Espero que les guste.


----------



## pablitarq (Mar 15, 2009)

Que tal Manonline, primero felicitaciones por el proyecto, yo tambien estoy por armarlo, cuando termines podrias colocar fotos del proyecto ? Aca te dejo los pcb que los edite en pdf para imprimirlos, y tengo una confuncion con las masas y el pcb wizard. Lo adjunto para que lo mires si podes. Gracias


----------



## pablitarq (Mar 15, 2009)

Ya me di cuenta que en el receptor todos los puntos que estan desconectados van a masa; (en el emisor lo solucione) cuando puedas me podes pasar el circuito del receptor asy lo puedo modificar en mi pdf. Gracias y perdon por las molestias.


----------



## Manonline (Mar 15, 2009)

fijate que el circuito del receptor qedo un poco grande entonces no se muestra como imagen, sino como adjunto. Ahora lo modifico asi se muestra.

EDIT: Listo, ahi modifique el tamaño y se ve directamente en el post. Y por ahora no logro imprimir el archivo y que se vea toda la copper area... asi que sigo probando... saludos...

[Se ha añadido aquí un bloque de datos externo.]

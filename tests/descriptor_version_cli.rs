//! `--descriptor-version` on `features` and `align`: version 2 by default, version 1 on request
//! (recorded in the sidecar's recipe), an unknown version refused with exit code 2.

use std::path::Path;
use std::process::{Command, Output};

use equiscan::Cloud;
use equiscan::io::write_ply;

fn equiscan(args: &[&str], dir: &Path) -> Output {
    Command::new(env!("CARGO_BIN_EXE_equiscan"))
        .args(args)
        .current_dir(dir)
        .output()
        .expect("run equiscan")
}

/// A seeded cloud: 400 points on a unit sphere.
fn sphere(dir: &Path) {
    let mut rng = equiscan::so3::rng::SplitMix64::new(3);
    let pts: Vec<[f64; 3]> = (0..400).map(|_| rng.unit_vector()).collect();
    write_ply(&dir.join("s.ply"), &Cloud::from_global(&pts), &[]).unwrap();
}

fn sidecar_version(dir: &Path, name: &str) -> serde_json::Value {
    let side: serde_json::Value =
        serde_json::from_str(&std::fs::read_to_string(dir.join(name)).unwrap()).unwrap();
    side["metadata"]["recipe"]["version"].clone()
}

#[test]
fn features_computes_both_versions_and_records_which() {
    let dir = tempfile::tempdir().unwrap();
    sphere(dir.path());
    let run = |extra: &[&str], out: &str| {
        let mut args = vec!["features", "s.ply", "-o", out, "--radius", "0.5", "--quiet"];
        args.extend_from_slice(extra);
        let o = equiscan(&args, dir.path());
        assert!(o.status.success(), "{}", String::from_utf8_lossy(&o.stderr));
    };
    run(&[], "v2.npy");
    run(&["--descriptor-version", "1"], "v1.npy");
    run(&["--descriptor-version", "2"], "v2b.npy");
    assert_eq!(sidecar_version(dir.path(), "v2.npy.json"), 2);
    assert_eq!(sidecar_version(dir.path(), "v1.npy.json"), 1);
    let read = |n: &str| std::fs::read(dir.path().join(n)).unwrap();
    assert_eq!(read("v2.npy"), read("v2b.npy"));
    // Same columns, different values (degrees l ≥ 1 fade at the centre in version 2).
    assert_eq!(read("v1.npy").len(), read("v2.npy").len());
    assert_ne!(read("v1.npy"), read("v2.npy"));
}

#[test]
fn an_unknown_version_is_refused_with_exit_code_2() {
    let dir = tempfile::tempdir().unwrap();
    sphere(dir.path());
    for args in [
        &[
            "features",
            "s.ply",
            "-o",
            "f.npy",
            "--radius",
            "0.5",
            "--descriptor-version",
            "3",
        ][..],
        &["align", "s.ply", "s.ply", "--descriptor-version", "0"][..],
    ] {
        let o = equiscan(args, dir.path());
        assert_eq!(o.status.code(), Some(2), "{args:?}");
        let err = String::from_utf8_lossy(&o.stderr);
        assert!(err.contains("version") && err.contains("; "), "{err}");
        assert!(!dir.path().join("f.npy").exists());
    }
}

EDIT2: Logre resolver lo de la Copper Area imprimiendolo desde el Circuit Wizard como me recomendo mnicolau, pero mi impresora HP Laserjet Color 2600n no anda bien y la Xerox 3117 no agarra bien las hojas de revista que le pongo. Asi que sera la semana que viene


----------



## biker2k3 (Mar 17, 2009)

hola tengo armado transmisor/receptor con picaxes y anda bien pero queria saber si tenes alguna recomendacion para las antenas para lograr mayor alcance


----------



## cheyo28 (Mar 17, 2009)

buenas a todos,

felicitaciones a Manonline por el montaje de tu transmisor y gracias por compartirlo con los miembros del foro, la verdad quisiera hacerlo pero en el el lugar donde estoy es muy dificil conseguir los integrados HT. soy de Colombia pero de todas formas voy a averiguar si los consigo en la capital.

espero tu foto del montaje final, exitos


----------



## Manonline (Mar 18, 2009)

hola a todos:

biker: la antena debe medir 1/4 de la longitud de onda. esta se consigue diviendo la velocidad de la luz por la frecuencia de trabajo. 300000km/s / 433mhz. en el caso de 433mhz la longitud es algo asi como 17.5cm

cheyo: primero gracias. despues te digo que los HT no son muy dificiles de conseguir, por lo menos aca. me salieron poco menos de 1 dolar. lo que podrias hacer es pedir varios y que te los manden por correo o alguna mensajeria. y digo varios asi se amortiza el envio.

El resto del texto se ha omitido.